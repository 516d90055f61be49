"""Evidence against published values, textbook formulas and general-purpose libraries."""

import csv
import datetime as dt

import numpy as np
import pytest
from scipy import stats
from scipy.linalg import toeplitz
from scipy.signal import lfilter

from auditd.evidence import contrast, effective_number, verdict
from auditd.evidence.chains import along_order
from auditd.evidence.moments import sum_moments
from auditd.evidence.persistence import inflation, lags_needed, same_cell_pairs
from auditd.evidence.restricted import evaluate
from auditd.evidence.steps import segments

# Student (1908), Biometrika 6:1-25, additional hours of sleep (Cushny & Peebles 1905); R's `sleep`
SLEEP_1 = [0.7, -1.6, -0.2, -1.2, -0.1, 3.4, 3.7, 0.8, 0.0, 2.0]
SLEEP_2 = [1.9, 0.8, 1.1, 0.1, -0.1, 4.4, 5.5, 1.6, 4.6, 3.4]

# Davies & Goldsmith (1972), Statistical Methods in Research and Production, table 6.1; lme4's `Dyestuff`
DYESTUFF = [
    [1545, 1440, 1440, 1520, 1580],
    [1540, 1555, 1490, 1560, 1495],
    [1595, 1550, 1605, 1510, 1560],
    [1445, 1440, 1595, 1465, 1545],
    [1595, 1630, 1515, 1635, 1625],
    [1520, 1455, 1450, 1480, 1445],
]


def test_sleep_by_welch():
    """R 4, example(t.test): Welch's 95 % interval −3.3654832 … 0.2054832 for group 1 − 2 (recalled,
    reproduced)."""
    found = contrast(SLEEP_1 + SLEEP_2, cells=[1] * 10 + [2] * 10, a=1, b=2)
    assert found.naive_low == pytest.approx(-0.2054832, abs=5e-7)
    assert found.naive_high == pytest.approx(3.3654832, abs=5e-7)


def test_sleep_by_pairs():
    """R 4, example(t.test), paired: 1.58 (0.7001142 … 2.4598858; recalled, reproduced); ours pays for
    dependence among ten."""
    found = contrast(SLEEP_1 + SLEEP_2, cells=[1] * 10 + [2] * 10, a=1, b=2, blocks=list(range(10)) * 2)
    assert found.estimate == pytest.approx(1.58, abs=0.02)
    assert found.low <= 0.7001142 + 0.02
    assert found.high >= 2.4598858 - 0.02
    assert (found.high - found.low) / (2.4598858 - 0.7001142) < 1.35


def test_sleep_effect_size():
    """Hedges' g of two groups of ten: d = 0.8321811 (Cohen 1988, R's effsize) × J(18) = 0.95765 exact
    (Hedges 1981)."""
    found = contrast(SLEEP_1 + SLEEP_2, cells=[1] * 10 + [2] * 10, a=1, b=2)
    ratio = found.hedges_g / found.estimate
    pooled = np.sqrt((np.var(SLEEP_1, ddof=1) + np.var(SLEEP_2, ddof=1)) / 2)
    assert ratio == pytest.approx(0.957651 / pooled, rel=1e-4)


def test_restricted_likelihood_by_matrices():
    """Estimate, variance and restricted likelihood (Harville 1977, JASA 72:320) from n × n matrices, for
    three coefficients."""
    rng = np.random.default_rng(1)
    n = 40
    code = rng.integers(0, 3, n)
    y = rng.standard_normal(n)
    x = np.eye(3)[code]
    c = np.array([-1.0, 1.0, 0.0])
    phi = np.array([-0.5, 0.2, 0.9])
    fits = evaluate(sum_moments(y, code, np.eye(3), along_order(n)), c, phi, np.zeros((3, 3)), 3)
    logs = []
    for i, one in enumerate(phi):
        v = toeplitz(one ** np.arange(n)) / (1 - one**2)
        gram = x.T @ np.linalg.solve(v, x)
        beta = np.linalg.solve(gram, x.T @ np.linalg.solve(v, y))
        rest = y - x @ beta
        size = rest @ np.linalg.solve(v, rest) / (n - 3)
        assert fits.estimate[i] == pytest.approx(c @ beta, rel=1e-9)
        assert fits.unit[i] == pytest.approx(c @ np.linalg.solve(gram, c), rel=1e-9)
        assert fits.sigma2[i] == pytest.approx(size, rel=1e-9)
        logs.append(
            -0.5 * np.linalg.slogdet(v)[1]
            - 0.5 * np.linalg.slogdet(gram)[1]
            - 0.5 * (n - 3) * np.log(size * (n - 3))
        )
    assert np.diff(fits.loglik) == pytest.approx(np.diff(logs), rel=1e-8)


@pytest.mark.parametrize("order", ["blocked", "random"])
def test_standard_error_by_statsmodels_arima(order):
    """At 1,500 runs the interval is statsmodels' ARIMA(1, 0, 0) with a step regressor: estimate and
    standard error."""
    from statsmodels.tsa.arima.model import ARIMA

    rng = np.random.default_rng(2)
    n = 1500
    values = lfilter([1.0], [1.0, -0.6], rng.standard_normal(n))
    cells = np.repeat([0, 1], n // 2) if order == "blocked" else rng.integers(0, 2, n)
    fitted = ARIMA(values, exog=cells.astype(float), order=(1, 0, 0), trend="c").fit()
    found = contrast(values, cells=cells, a=0, b=1)
    assert found.estimate == pytest.approx(fitted.params[1], abs=0.02 * fitted.bse[1])
    assert (found.high - found.low) / 2 == pytest.approx(1.96 * fitted.bse[1], rel=0.05)


def test_estimate_by_statsmodels_glsar():
    """Feasible generalised least squares by statsmodels' GLSAR on the Nile's flow before and after 1898."""
    import statsmodels.api as sm

    flow = sm.datasets.nile.load_pandas().data["volume"].to_numpy()
    cells = (np.arange(1871, 1971) > 1898).astype(int)
    fitted = sm.GLSAR(flow, sm.add_constant(cells.astype(float)), 1).iterative_fit(50)
    found = contrast(flow, cells=cells, a=0, b=1)
    assert found.estimate == pytest.approx(fitted.params[1], abs=0.15 * fitted.bse[1])
    assert (found.high - found.low) / 2 == pytest.approx(1.98 * fitted.bse[1], rel=0.15)


def test_step_of_the_nile():
    """Cobb (1978), Biometrika 65:243-251: the flow drops between 1898 and 1899."""
    import statsmodels.api as sm

    flow = sm.datasets.nile.load_pandas().data["volume"].to_numpy()
    assert segments(flow).tolist() == [0, 28]


def test_partly_crossed_hosts_by_statsmodels_mixedlm():
    """Twelve hosts of which four ran one side only: MixedLM's restricted likelihood gives the same estimate
    and standard error."""
    import pandas as pd
    from statsmodels.regression.mixed_linear_model import MixedLM

    rng = np.random.default_rng(3)
    n = 480
    host = np.arange(n) % 12
    cells = rng.integers(0, 2, n)
    cells[host < 2], cells[host > 9] = 0, 1
    values = rng.standard_normal(n) + rng.standard_normal(12)[host]
    frame = pd.DataFrame({"y": values, "b": cells, "host": host})
    fitted = MixedLM.from_formula("y ~ b", groups="host", data=frame).fit(reml=True)
    found = contrast(values, cells=cells, a=0, b=1, nuisance={"host": host})
    assert "random effect" in found.method
    assert found.estimate == pytest.approx(fitted.params["b"], abs=0.15 * fitted.bse["b"])
    t = stats.t.ppf(0.975, 7.5)
    assert (found.high - found.low) / 2 == pytest.approx(t * fitted.bse["b"], rel=0.35)


def test_evenly_crossed_hosts_by_a_paired_t():
    """Balanced hosts: the nuisance × cell mean square is the paired t interval of host means (Snedecor &
    Cochran, section 16)."""
    rng = np.random.default_rng(4)
    host, cells = np.arange(480) % 12, (np.arange(480) // 12) % 2
    values = rng.standard_normal(480) + rng.standard_normal((12, 2))[host, cells]
    means = np.array([[values[(host == h) & (cells == s)].mean() for s in (0, 1)] for h in range(12)])
    reference = stats.ttest_rel(means[:, 1], means[:, 0]).confidence_interval(0.95)
    found = contrast(values, cells=cells, a=0, b=1, nuisance={"host": host})
    half = (reference.high - reference.low) / 2
    assert found.estimate == pytest.approx((reference.high + reference.low) / 2, abs=0.15 * half)
    assert (found.high - found.low) / 2 == pytest.approx(half, rel=0.06)


def test_effective_number_of_batches():
    """Dyestuff: variance components 1764.05 and 2451.25 (Davies & Goldsmith; lme4), ICC 0.4185; Kish's
    design effect 1 + 4·ICC."""
    found = effective_number(
        np.ravel(DYESTUFF), cells=[0] * 30, nuisance={"batch": np.repeat(np.arange(6), 5)}
    )
    icc = 1764.05 / (1764.05 + 2451.25)
    assert found.detail["icc batch"] == pytest.approx(icc, abs=0.01)
    assert 30 * found.parts["batch"] == pytest.approx(30 / (1 + 4 * icc), rel=0.02)


@pytest.mark.parametrize("phi", [-0.5, 0.3, 0.9, 0.99])
def test_inflation_of_a_mean_by_its_double_sum(phi):
    """Bayley & Hammersley (1946): Σ_ij φ^|i−j| / n, for one cell and for two cells in random order."""
    rng = np.random.default_rng(5)
    n = 400
    for cell, tolerance in ((np.zeros(n, dtype=int), 1e-2), (rng.integers(0, 2, n), 5e-2)):
        correlation = toeplitz(phi ** np.arange(n))
        count = np.bincount(cell)
        exact = [correlation[np.ix_(cell == c, cell == c)].sum() / count[c] for c in range(len(count))]
        pairs = same_cell_pairs(cell, len(count), along_order(n), lags_needed(phi, n))
        found = inflation(np.array([phi]), pairs, count.astype(float), n)[0]
        assert found == pytest.approx(exact, rel=tolerance)


def test_equivalence_by_statsmodels():
    """On independent runs the verdict is that of statsmodels' two one-sided tests, away from the limit."""
    from statsmodels.stats.weightstats import ttost_ind

    rng = np.random.default_rng(6)
    a, b = rng.standard_normal(200), rng.standard_normal(200)
    values, cells = np.ravel(np.column_stack((a, b))), np.tile([0, 1], 200)
    found = contrast(values, cells=cells, a=0, b=1)
    for margin in (0.1, 0.2, 0.4, 0.5):
        p = ttost_ind(b, a, -margin, margin, usevar="unequal")[0]
        if not 0.02 < p < 0.1:
            assert (verdict(found, margin) == "within the margin") == (p < 0.05)


def column(folder, name):
    with (folder / "campaigns" / name).open(encoding="utf-8") as source:
        rows = list(csv.DictReader(source))
    if "started" in rows[0]:
        rows.sort(key=lambda row: dt.datetime.fromisoformat(row["started"]))
    return rows


def numbers(rows, name="value"):
    return np.array([float(row[name]) for row in rows])


def near(found, figure):
    """Within a factor of two, or inside the interval."""
    inside = found.n * (1 - found.loss_high) <= figure <= found.n * (1 - found.loss_low)
    return inside or figure / 2 <= found.n_effective <= 2 * figure


def test_measured_host_effect(shared_folder):
    """Three machines, one of which stepped: Syscall_Basic is worth about 3 runs (measured independently of
    this project)."""
    rows = [
        row for row in column(shared_folder, "azure_host_effect.csv") if row["benchmark"] == "Syscall_Basic"
    ]
    found = effective_number(
        numbers(rows), cells=[0] * len(rows), nuisance={"host": [row["host"] for row in rows]}
    )
    assert near(found, 3)
    assert abs(found.detail["phi"]) < 0.2  # the step is not autocorrelation
    assert found.detail["icc host"] == pytest.approx(0.984, abs=0.03)


def test_measured_step_of_one_host(shared_folder):
    """The machine …-long-1 steps at its run 32 of Syscall_Basic."""
    rows = [
        row
        for row in column(shared_folder, "azure_host_effect.csv")
        if row["benchmark"] == "Syscall_Basic" and row["host"].endswith("long-1")
    ]
    assert segments(numbers(rows))[1] in {31, 32}


def test_measured_mild_host_effect(shared_folder):
    """Memcpy_1MB: ICC 0.033 by host, no dependence in time worth a hundredth."""
    rows = [row for row in column(shared_folder, "azure_host_effect.csv") if row["benchmark"] == "Memcpy_1MB"]
    found = effective_number(
        numbers(rows), cells=[0] * len(rows), nuisance={"host": [row["host"] for row in rows]}
    )
    assert found.detail["icc host"] == pytest.approx(0.033, abs=0.005)
    assert found.parts["serial"] > 0.99


def test_measured_daily_cycle(shared_folder):
    """n_eff in time about 54 of 10,401 by Geyer's sequence within hosts: the hosts' own numbers together."""
    rows = column(shared_folder, "azure_daily_cycle.csv")
    host = np.array([row["host"] for row in rows])
    values = numbers(rows)
    together = sum(
        effective_number(values[host == h], cells=[0] * int((host == h).sum())).n_effective
        for h in np.unique(host)
    )
    assert 27 <= together <= 108


def test_measured_independent_runs(shared_folder):
    """11,869 machines, one run each: n_eff 11,630 in time, and the host effect said to be unknown."""
    rows = column(shared_folder, "azure_independent.csv")
    found = effective_number(
        numbers(rows), cells=[0] * len(rows), nuisance={"host": [row["host"] for row in rows]}
    )
    assert near(found, 11_630)
    assert found.loss_low < 0.1
    assert any("one run a level" in remark for remark in found.remarks)


@pytest.mark.parametrize(("response", "figure"), [("fio_4k_seq_write_iops", 60), ("md_sim_duration_s", 174)])
def test_measured_machines_of_three_runs(shared_folder, response, figure):
    """174 runs on m3.large, three a machine: fio is worth about 60, MD all of them."""
    rows = [
        row
        for row in column(shared_folder, "ec2_vm_iterations.csv")
        if row["source"].endswith("m3.large") and row[response]
    ]
    found = effective_number(
        numbers(rows, response),
        cells=[row["source"] for row in rows],
        nuisance={"host": [row["host"] for row in rows]},
    )
    assert near(found, figure)
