"""Letters to messages: single ones, bursts, and text that is fit for a mail's subject."""

import json
from datetime import UTC, datetime

from hypothesis import given
from hypothesis import strategies as st

from auditd.alerts.message import N_SINGLE, N_TITLE, leading, messages_for
from auditd.alerts.shown import first_line, one_line
from auditd.store.outbox import Letter


def letter(row=1, n_tries=0, **body):
    shown = {
        "id": f"W{row}",
        "kind": "drift",
        "grade": "material",
        "message": "it drifts",
        "campaign": "Tides",
    }
    return Letter(
        row=row,
        alert_id=f"a{row}",
        caution=row,
        target="command:0",
        body=shown | body,
        created_at=datetime(2031, 1, 1, tzinfo=UTC),
        n_tries=n_tries,
    )


def test_up_to_five_letters_go_one_by_one_and_six_as_one():
    """The border of a burst."""
    assert len(messages_for([letter(row) for row in range(N_SINGLE)])) == N_SINGLE
    [one] = messages_for([letter(row) for row in range(N_SINGLE + 1)])
    assert len(one.letters) == N_SINGLE + 1
    assert "6 warnings, led by W0" in one.title


def test_a_single_message_is_the_warning_itself_with_its_alert_id():
    """The contract of a command's standard input: nothing is added."""
    [one] = messages_for([letter(7, log_e=None)])
    assert json.loads(one.document) == letter(7).body | {"log_e": None, "alert_id": "a7"}


def test_a_burst_has_one_id_for_one_set_of_letters_whatever_their_order():
    """A receiver that drops repeats drops a burst sent twice, and takes a larger one."""
    letters = [letter(row) for row in range(8)]
    [one], [again], [more] = (messages_for(some) for some in (letters, letters[::-1], [*letters, letter(9)]))
    ids = [json.loads(message.document)["alert_id"] for message in (one, again, more)]
    assert ids[0] == ids[1] != ids[2]


def test_the_highest_grade_leads_then_the_strongest_evidence_then_the_oldest():
    """The order in which a leading cause is sought."""
    weak, strong, fact = letter(1, log_e=2.0), letter(2, log_e=9.0), letter(3, grade="severe", log_e=None)
    assert leading([weak, strong]) is strong
    assert leading([weak, strong, fact]) is fact
    assert leading([letter(5), letter(4)]).row == 4


def test_letters_tried_least_come_first():
    """One that always fails comes after the others."""
    shown = messages_for([letter(1, n_tries=3), letter(2), letter(3, n_tries=1)])
    assert [message.letters[0].row for message in shown] == [2, 3, 1]


@given(st.text(), st.text(), st.text())
def test_a_title_is_one_printable_line_whatever_the_names_hold(campaign, level, message):
    """No header, escape sequence or line break gets into a mail's subject or a terminal."""
    [one] = messages_for([letter(1, campaign=campaign, along="host", level=level, message=message)])
    assert one.title.isprintable()
    assert len(one.title) <= N_TITLE
    assert all(line.isprintable() for line in one.text.split("\n"))


def test_a_long_line_is_cut_and_bytes_that_are_no_text_are_shown_as_such():
    """Two hundred characters of the first line that says anything."""
    assert one_line("x" * 500) == "x" * 199 + "…"
    assert first_line(b"\n \x1b\n\xff\x00oops\nmore") == "\N{REPLACEMENT CHARACTER} oops"
    assert first_line(b"") == ""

Exercise description - Every line that holds the word "Biometrika" should be copied from the records above.

Response to the task -
# Student (1908), Biometrika 6:1-25, additional hours of sleep (Cushny & Peebles 1905); R's `sleep`
    """Cobb (1978), Biometrika 65:243-251: the flow drops between 1898 and 1899."""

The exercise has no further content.